Puckrik on Perfume

Katie Puckrik ON Nov 13, 2009 AT 3:09 pm

Katie Puckrik: Photographer Martin Shaw

Katie Puckrik: Photographer Martin Shaw

Santa Maria Novella Acqua di Cuba
By Katie Puckrik

Santa Maria Novella is an Italian line launched in the 16th century by monks who threw their alchemy know-how into floral preparations. These fumehead friars were the first to create an alcohol-based cologne, a little something for Queen Catherine de Medici. They also devised the evocatively named Anti-Hysteria Water, which is still offered, though now known rather less kickily as Santa Maria Novella Acqua di Cuba.

The Santa Maria Novella range, packaged in days-of-yore chunky bottles with gold metallic labels, is fetchingly old-world European. The scents are mostly single note affairs, each celebrating a vivid plant or resin aroma, like Opoponax, Magnolia, or Patchouli. The fragrances are generally very hearty. They proclaim “Musk!” or “Vetiver!,”  and then just sock it to ya, no guesswork required.

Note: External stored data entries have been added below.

"""Page speed, by hand: ``python tests/benchmarks/bench_page.py`` (a minute; needs Chromium and a quiet machine).

Prints, in milliseconds: slider to painted plots for single steps (p50, p95), lag after the last of a burst of 60 inputs a
second, the same on the page of the limits, the first visitor's p50 while a second one drags, and the seconds from the
command to a painted page.
"""

import os
import re
import shutil
import signal
import subprocess
import sys
import time
from pathlib import Path

import numpy as np
from playwright.sync_api import sync_playwright

ROOT = Path(__file__).parent.parent.parent
N_STEPS, N_BURST, REST_MS = 60, 120, 250
CHROMIUM = next(filter(None, map(shutil.which, ("chromium", "chromium-browser", "google-chrome"))), None)
FLAGS = ["--no-sandbox", "--disable-gpu", "--disable-background-networking"]

# Moves a slider from inside the page and notes when its level data have been painted (second frame after the change).
HELPERS = """() => {
  const deep = (selector, root = document) => [...root.querySelectorAll(selector), ...[...root.querySelectorAll("*")]
    .filter((host) => host.shadowRoot).flatMap((host) => deep(selector, host.shadowRoot))]
  let source = Bokeh.documents[0].get_model_by_name("level")
  const slider = (key) => deep(`.field-${key} input[type=range]`)[0]
  const move = (node, step) => {
    const to = node.valueAsNumber + step * Number(node.step)
    node.value = to
    node.dispatchEvent(new Event("input", {bubbles: true, composed: true}))
    return to
  }
  const painted = () => new Promise((done) => requestAnimationFrame(() => requestAnimationFrame(() => done(performance.now()))))
  const arrived = () => new Promise((done) => {
    const heard = () => { source.properties.data.change.disconnect(heard); painted().then(done) }
    source.properties.data.change.connect(heard)
  })
  window.bench = {
    listen(name) { source = Bokeh.documents[0].get_model_by_name(name) },
    async step(key, step) {
      const begun = performance.now()
      const shown = arrived()
      move(slider(key), step)
      return await shown - begun
    },
    // inputs a second for so long; the lag from the last input to the last repaint
    async burst(key, count, wait) {
      const node = slider(key)
      let last = 0, seen = 0, repaints = 0
      const heard = () => { repaints += 1; painted().then((now) => { seen = now }) }
      source.properties.data.change.connect(heard)
      for (let i = 0; i < count; i += 1) {
        move(node, i % 40 < 20 ? 1 : -1)
        last = performance.now()
        await new Promise((done) => setTimeout(done, 1000 / 60))
      }
      await new Promise((done) => setTimeout(done, wait))
      source.properties.data.change.disconnect(heard)
      return {lag: seen - last, repaints}
    },
  }
}"""
READY = ("window.Bokeh && Bokeh.documents.length > 0 && Bokeh.documents[0].get_model_by_name('level') "
         "&& Bokeh.documents[0].get_model_by_name('level').data.frequency.length > 10")


def served():
    """The command as a process, and the address it printed."""
    environment = {**os.environ, "PYTHONPATH": str(ROOT), "PYTHONUNBUFFERED": "1"}
    process = subprocess.Popen([sys.executable, "-m", "app", "--no-browser"], cwd=ROOT, env=environment, text=True,
                               stdout=subprocess.PIPE)
    said = ""
    while "is at" not in said:
        said = process.stdout.readline()
    return process, re.search(r"http://\S+", said).group()


def opened(browser, url):
    """A visitor's page, painted."""
    page = browser.new_page(viewport={"width": 1440, "height": 900})
    page.goto(url)
    page.wait_for_function(READY)
    page.evaluate("() => new Promise((done) => requestAnimationFrame(() => requestAnimationFrame(done)))")
    return page


def steps(page, key="film-prestretch"):
    """Times of single steps, each from rest, none to a design already computed."""
    times = []
    for i in range(N_STEPS):
        times.append(page.evaluate("([key, step]) => bench.step(key, step)", [key, 1 if i % 80 < 40 else -1.5]))
        page.wait_for_timeout(REST_MS)
    return np.array(times)


def percentiles(times):
    """p50 and p95 as a text."""
    return "p50 {:.0f}, p95 {:.0f}".format(*np.percentile(times, [50, 95]))


def main():
    """Measure and print."""
    with sync_playwright() as playwright:
        browser = playwright.chromium.launch(executable_path=CHROMIUM, args=FLAGS)
        begun = time.perf_counter()
        process, url = served()
        listening = time.perf_counter()
        page = opened(browser, url)
        print(f"command to listening {listening - begun:.1f} s, to the painted page {time.perf_counter() - begun:.1f} s")
        page.evaluate(HELPERS)
        steps(page)
        alone = steps(page, "centre-mass")
        print(f"slider to painted plots, ms: {percentiles(alone)}")
        burst = page.evaluate("([key, count, wait]) => bench.burst(key, count, wait)", ["film-thickness", N_BURST, 2000])
        print(f"burst of {N_BURST} inputs at 60 a second: {burst['repaints']} repaints, lag {burst['lag']:.0f} ms")
        page.locator("button.tab", has_text="Limits").click()
        page.wait_for_function("Bokeh.documents[0].get_model_by_name('limits')?.data.bias_kv.length > 0")
        page.evaluate("bench.listen('limits')")
        print(f"on Limits, ms: bias {percentiles(steps(page, 'drive-bias'))}; "
              f"a new window each time (prestretch) {percentiles(steps(page, 'film-prestretch'))}")
        burst = page.evaluate("([key, count, wait]) => bench.burst(key, count, wait)", ["film-thickness", N_BURST, 2000])
        print(f"burst on Limits: {burst['repaints']} repaints, lag {burst['lag']:.0f} ms")
        page.locator("button.tab", has_text="Response").click()
        page.evaluate("bench.listen('level')")
        beside = steps(page, "film-shear_modulus")
        other = subprocess.Popen([sys.executable, str(Path(__file__).parent / "visitor.py"), url], stdin=subprocess.PIPE,
                                 stdout=subprocess.PIPE, text=True)
        page.wait_for_timeout(3000)
        busy = steps(page, "film-density")
        said, _ = other.communicate()
        print(f"alone, ms: {percentiles(beside)}; while a second visitor drags ({said.strip()}): {percentiles(busy)}; "
              f"ratio of p50 {np.median(busy) / np.median(beside):.2f}")
        process.send_signal(signal.SIGINT)
        process.wait(30)
        browser.close()


if __name__ == "__main__":
    main()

After flings with Honeysuckle and Carnation, the one SMN that really socked it to me – and made it past the velvet rope into my personal collection, was Acqua di Cuba.

The start is a tart, brisk citrus, but it’s been and gone before you’ve finished reading this sentence. And then you’re immediately into the business of Acqua di Cuba, which is the tobacco, honey and leather business.

Santa Maria Novella Fragrances

Santa Maria Novella Fragrances

There’s a resonant twang to these notes that leads some on the perfume forums to liken the sour-sweet effect to the smell of semen.  But those spunk-sniffers’ sperm-shakes must come from a different soda fountain than mine, because I’m not getting “back room at Cheetah’s” out of Acqua di Cuba. At all.

The tobacco in this eau de cologne has a decidedly vegetal harshness at first. Rather than sugary pipe tobacco, it’s almost like a cigar – one that’s been lit, stubbed out, then dampened.

The leather aspect seems conjured by the intesection between the tobacco and the honey, which is earthy, not dessert-y. This is not the puffball honey-tobacco of By Kilian Back to Black. This is a masculine affair: no vanilla, no raspberry, no Little Bo Peep.

AdC is incredibly long lasting, and smells better the longer it’s on the skin. It does that wonderful shape-shifting thing honey does, where it oscillates between flowers and between-the-sheets intimacy.

I love it, and it’s official: Acqua di Cuba is my favourite tobacco fragrance.